7 Comments on Not flower power — flower *symbol* power

  1. Lauren on Fri, 12th Feb 2010 10:51 am
  2. That’s because it was created by Heard Development – one of the many developers in this town striving to turn the Atlanta region into a suburban strip mall of “convenience” focused on massive chain stores and maintaining or increasing our use of automobiles to get anywhere. It boggles my mind that residents and policymakers in this region want to strip our communities of any sort of unique identity to replace them with something like this that looks like it could be Anywhere, U.S.A.

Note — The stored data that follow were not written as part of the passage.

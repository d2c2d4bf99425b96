/** Reports what an insertion did, and when it refused, the free places it can use instead. */
import { cellAddress, quoteSheet } from "../cells";
import type { Outcome, Target } from "../excel";
import { append, clear, el } from "./dom";

export type Where = Target | { newSheet: string };

export interface OutcomeOptions {
  /** Sentence for a success, e.g. "Inserted table OrbitBodies at Sheet1!B2:H12." */
  done: (o: Extract<Outcome, { ok: true }>) => string;
  /** Runs the same insertion at another place. */
  retry: (where: Where) => void;
  /** Offer a new sheet (with this name) as well as the free blocks. */
  newSheet?: string;
  /** Verb for the offer buttons: "Insert" or "Put it". */
  verb: string;
}

export const at = (sheet: string, address: string): string => `${quoteSheet(sheet)}!${address}`;

export function showMessage(box: HTMLElement, kind: "ok" | "warn" | "err" | "info", text: string): HTMLElement {
  clear(box);
  const msg = el("div", { class: `msg ${kind}` }, el("p", {}, text));
  box.appendChild(msg);
  return msg;
}

export function showOutcome(box: HTMLElement, o: Outcome, opts: OutcomeOptions): void {
  if (o.ok) {
    showMessage(box, "ok", opts.done(o));
    return;
  }
  const text =
    o.reason === "occupied"
      ? `Nothing was written. ${at(o.sheet, o.address)} is not empty: ${o.filledCount === 1 ? "1 cell holds" : `${o.filledCount} cells hold`} data, the first at ${o.firstFilled}.`
      : `Nothing was written: from ${at(o.sheet, o.address)} it would run past the edge of the sheet.`;
  const msg = showMessage(box, "warn", text);
  const offer = (label: string, where: Where) => {
    const b = el("button", { type: "button", class: "small" }, label);
    b.addEventListener("click", () => opts.retry(where));
    return b;
  };
  const buttons: HTMLButtonElement[] = [];
  if (o.right) buttons.push(offer(`${opts.verb} at ${cellAddress(o.right.row, o.right.col)} (right)`, o.right));
  if (o.below) buttons.push(offer(`${opts.verb} at ${cellAddress(o.below.row, o.below.col)} (below)`, o.below));
  if (opts.newSheet) buttons.push(offer(`${opts.verb} on a new sheet`, { newSheet: opts.newSheet }));
  if (buttons.length > 0) {
    append(msg, el("p", { class: "muted" }, "Free space of the same size:"), el("div", { class: "offers" }, ...buttons));
    buttons[0].focus();
  }
}

/** An error from Excel (or no Excel at all), in plain words. */
export function showError(box: HTMLElement, e: unknown): void {
  const text = e instanceof Error ? e.message : String(e);
  showMessage(box, "err", `Excel could not do it: ${text}`);
}
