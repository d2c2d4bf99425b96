/**
 * A multi-select list with one tab stop: the ARIA listbox pattern (aria-multiselectable, options
 * with aria-selected) with a roving tabindex. Arrow keys move (Up/Down by rows of the grid the
 * options are laid out in, Left/Right in reading order), Home/End jump, Space picks or drops the
 * option in focus, Ctrl+A (Cmd+A) picks every option shown, and a letter jumps to the next
 * option starting with it. A click picks or drops too.
 */
import { el } from "./dom";

export interface PickOption {
  key: string;
  label: string;
  /** Attribute naming the option for code and tests, e.g. "data-body", with `value` (default: key). */
  attribute: string;
  value?: string;
  title?: string;
  selected: boolean;
}

export interface PickGroup {
  /** Shown above the group and read as its name; omit for options without a heading. */
  title?: string;
  options: PickOption[];
}

export interface PickList {
  /** Picks exactly these keys. */
  setSelected(keys: ReadonlySet<string>): void;
  /** Hides options whose key fails the test (a filter); hidden options are skipped by the keys. */
  show(visible: (key: string) => boolean): number;
  /** The option element of a key. */
  option(key: string): HTMLElement | undefined;
}

let lists = 0;

/** Fills `list` (which gets role="listbox") with the groups; `changed` hears every pick and drop. */
export function mountPickList(list: HTMLElement, groups: readonly PickGroup[], changed: (key: string, selected: boolean) => void): PickList {
  const id = `pick-${++lists}`;
  list.setAttribute("role", "listbox");
  list.setAttribute("aria-multiselectable", "true");
  const options: HTMLElement[] = [];
  const byKey = new Map<string, HTMLElement>();

  groups.forEach((g, gi) => {
    const items = g.options.map((o) => {
      const li = el(
        "li",
        { role: "option", id: `${id}-${options.length}`, class: "opt", tabindex: -1, "aria-selected": String(o.selected), [o.attribute]: o.value ?? o.key, title: o.title },
        el("span", { class: "box", "aria-hidden": "true" }),
        o.label,
      );
      li.dataset.key = o.key;
      options.push(li);
      byKey.set(o.key, li);
      return li;
    });
    if (g.title) {
      const titleId = `${id}-g${gi}`;
      // The heading names the group for assistive technology through aria-labelledby; it is not
      // itself an item of the list.
      list.appendChild(
        el("div", { class: "pick-group", role: "presentation" }, el("div", { class: "pick-group-title", id: titleId, "aria-hidden": "true" }, g.title), el("ul", { role: "group", "aria-labelledby": titleId }, ...items)),
      );
    } else list.appendChild(el("ul", { class: "pick-plain", role: "presentation" }, ...items));
  });

  const visible = () => options.filter((o) => !o.hidden && !(o.closest(".pick-group") as HTMLElement | null)?.hidden);
  let current: HTMLElement | undefined = options[0];

  /** Exactly one shown option is in the tab order; with none shown, the list itself is. */
  const settle = () => {
    const shown = visible();
    if (!current || !shown.includes(current)) current = shown[0];
    for (const o of options) o.tabIndex = o === current ? 0 : -1;
    if (current) list.removeAttribute("tabindex");
    else list.tabIndex = 0;
  };
  const moveTo = (o: HTMLElement | undefined) => {
    if (!o) return;
    current = o;
    settle();
    o.focus();
  };
  const toggle = (o: HTMLElement) => {
    const on = o.getAttribute("aria-selected") !== "true";
    o.setAttribute("aria-selected", String(on));
    changed(o.dataset.key!, on);
  };

  /** The shown option on the next row up or down whose centre is nearest in x. */
  const vertical = (from: HTMLElement, down: boolean): HTMLElement | undefined => {
    const r = from.getBoundingClientRect();
    const cx = r.left + r.width / 2;
    const others = visible()
      .map((o) => ({ o, b: o.getBoundingClientRect() }))
      .filter(({ b }) => (down ? b.top >= r.bottom - 2 : b.bottom <= r.top + 2));
    if (others.length === 0) return undefined;
    const rowTop = down ? Math.min(...others.map((x) => x.b.top)) : Math.max(...others.map((x) => x.b.top));
    const row = others.filter((x) => Math.abs(x.b.top - rowTop) < 4);
    row.sort((a, b) => Math.abs(a.b.left + a.b.width / 2 - cx) - Math.abs(b.b.left + b.b.width / 2 - cx));
    return row[0].o;
  };

  list.addEventListener("keydown", (ev) => {
    const shown = visible();
    const at = current ? shown.indexOf(current) : -1;
    const focused = document.activeElement instanceof HTMLElement && options.includes(document.activeElement) ? document.activeElement : current;
    let handled = true;
    if (ev.key === "ArrowDown") moveTo(focused ? vertical(focused, true) : shown[0]);
    else if (ev.key === "ArrowUp") moveTo(focused ? vertical(focused, false) : shown[0]);
    else if (ev.key === "ArrowRight") moveTo(shown[Math.min(shown.length - 1, at + 1)]);
    else if (ev.key === "ArrowLeft") moveTo(shown[Math.max(0, at - 1)]);
    else if (ev.key === "Home") moveTo(shown[0]);
    else if (ev.key === "End") moveTo(shown[shown.length - 1]);
    else if (ev.key === " " || ev.key === "Spacebar") {
      if (focused) toggle(focused);
    } else if ((ev.ctrlKey || ev.metaKey) && ev.key.toLowerCase() === "a") {
      for (const o of shown) if (o.getAttribute("aria-selected") !== "true") toggle(o);
    } else if (ev.key.length === 1 && /\S/.test(ev.key) && !ev.ctrlKey && !ev.metaKey && !ev.altKey) {
      const k = ev.key.toLowerCase();
      const order = [...shown.slice(at + 1), ...shown.slice(0, at + 1)];
      moveTo(order.find((o) => (o.textContent ?? "").trim().toLowerCase().startsWith(k)));
    } else handled = false;
    if (handled) ev.preventDefault();
  });
  list.addEventListener("click", (ev) => {
    const o = (ev.target as HTMLElement).closest<HTMLElement>('[role="option"]');
    if (!o || !options.includes(o)) return;
    toggle(o);
    moveTo(o);
  });
  settle();

  return {
    setSelected(keys) {
      for (const o of options) o.setAttribute("aria-selected", String(keys.has(o.dataset.key!)));
    },
    show(isVisible) {
      let n = 0;
      for (const o of options) {
        o.hidden = !isVisible(o.dataset.key!);
        if (!o.hidden) n++;
      }
      list.querySelectorAll<HTMLElement>(".pick-group").forEach((g) => (g.hidden = [...g.querySelectorAll<HTMLElement>('[role="option"]')].every((o) => o.hidden)));
      settle();
      return n;
    },
    option: (key) => byKey.get(key),
  };
}
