/** The "Function guide" panel: every worksheet function, searchable, with an example to put in a cell. */
import { insertFormula, type Target } from "../excel";
import { byFamily, searchGuide, splitFirstSentence, type GuideEntry } from "../guide";
import { byId, el } from "./dom";
import { at, showError, showMessage, showOutcome, type Where } from "./status";

export interface GuideView {
  setEnabled(on: boolean): void;
}

export function mountGuide(entries: readonly GuideEntry[]): GuideView {
  const search = byId<HTMLInputElement>("guide-search");
  const list = byId("guide-list");
  const count = byId("guide-count");
  const buttons: HTMLButtonElement[] = [];
  let enabled = false;

  const items = new Map<string, HTMLElement>();
  for (const e of entries) {
    const status = el("div", { class: "status", role: "status", "aria-live": "polite" });
    const button = el("button", { type: "button", class: "small", "data-insert": e.id, disabled: true }, "Put in selected cell");
    const put = async (where: Target | "selection") => {
      if (!e.example) return;
      button.disabled = true;
      showMessage(status, "info", "Checking the cell…");
      try {
        const o = await insertFormula(e.example, where, e.spill ?? undefined);
        showOutcome(status, o, {
          verb: "Put it",
          retry: (w: Where) => {
            if (!("newSheet" in w)) void put(w);
          },
          done: (w) => `Wrote ${e.id} in ${at(w.sheet, w.address.split(":")[0])}${e.spill && (e.spill.rows > 1 || e.spill.cols > 1) ? `; its result fills ${w.address}` : ""}. Edit its arguments there.`,
        });
      } catch (err) {
        showError(status, err);
      } finally {
        button.disabled = !enabled || !e.example;
      }
    };
    button.addEventListener("click", () => void put("selection"));
    if (e.example) buttons.push(button);

    const [first, rest] = splitFirstSentence(e.description);
    const params = e.parameters.length
      ? el(
          "dl",
          {},
          ...e.parameters.flatMap((p) => [el("dt", {}, p.name, p.optional ? el("span", { class: "opt" }, " (optional)") : null), el("dd", {}, p.description)]),
        )
      : el("p", { class: "muted" }, "No parameters.");
    const body = el(
      "div",
      { class: "guide-body" },
      el("code", { class: "formula", "aria-label": "Signature" }, `=ORBIT.${e.signature}`),
      rest ? el("p", { class: "more" }, rest) : null,
      e.returns ? el("p", { class: "returns" }, el("span", { class: "muted" }, "Returns "), e.returns) : null,
      e.columns.length ? el("p", { class: "columns" }, el("span", { class: "muted" }, "Columns "), e.columns.join(" · ")) : null,
      params,
      e.example ? el("div", {}, el("p", { class: "muted" }, "Example"), el("code", { class: "formula", "data-example": e.id }, e.example)) : el("p", { class: "muted" }, "No worked example yet."),
      e.example ? el("div", { class: "actions" }, button) : null,
      status,
    );
    const item = el(
      "li",
      { "data-function": e.id },
      el("details", {}, el("summary", {}, el("span", { class: "fn" }, e.id), el("span", { class: "desc" }, first)), body),
    );
    items.set(e.id, item);
  }

  // Without a query the list is grouped by family under headings; a query lists the matches best first.
  const headings = new Map<string, HTMLElement>();
  for (const g of byFamily(entries)) headings.set(g.family, el("li", { class: "family", role: "presentation" }, el("h3", {}, g.family || "Other")));

  const apply = () => {
    const hits = searchGuide(entries, search.value);
    const shown = new Set(hits.map((h) => h.id));
    for (const [id, li] of items) li.hidden = !shown.has(id);
    const grouped = search.value.trim() === "";
    for (const h of headings.values()) h.hidden = !grouped;
    if (grouped)
      for (const g of byFamily(entries)) {
        list.appendChild(headings.get(g.family)!);
        for (const e of g.entries) list.appendChild(items.get(e.id)!);
      }
    else for (const h of hits) list.appendChild(items.get(h.id)!);
    count.textContent =
      hits.length === entries.length ? `${entries.length} functions. Open one for its parameters and an example.` : hits.length === 0 ? "No function matches." : `${hits.length} of ${entries.length} functions match.`;
  };
  search.addEventListener("input", apply);
  apply();

  return {
    setEnabled(on: boolean) {
      enabled = on;
      buttons.forEach((b) => (b.disabled = !on));
    },
  };
}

    http://www.hearddevelopment.com/projects.html

    Thankfully there are some individuals here who believe this is worth preventing and are willing to save our communities. Check out the story about how residents and community members preventing this type of development from taking over Little Five Points at this reading at A Capella Books tonight.

    http://acappellabooks.com/ev_hartlejr.asp

  3. Jack Stenger on Fri, 12th Feb 2010 12:24 pm
  4. “Why? Why do we accept all of this drudgery?”

    “Because we are cretins” would be my short answer. Your powers of observation are well-illustrated in that you see the absolute absurdity of putting a silly sunflower banner up in an effort to create a cheery sense of “fun” in the parking lagoon of a distressed schlocky strip-mail in Buckhead. All of these things represent the total victory of the automobile culture in Atlanta and the decimation of all other aspects of the streetscape (including pedestrian activity and human-scaled commerce …) The banner is some boneheaded attempt on some witless “marketing agent” to gin up some leasing activity. It’s as if to say: “We are cheerful! Fill one of our empty storefronts!” I think we – as a people – are cretins because our preference for cars is so absolute and our sensed “right” for ample parking is so unalienable that we can’t see these absurdities. We have eyes but we don’t see. That’s why we accept this drudgery (and this is why our children are bored/overweight …)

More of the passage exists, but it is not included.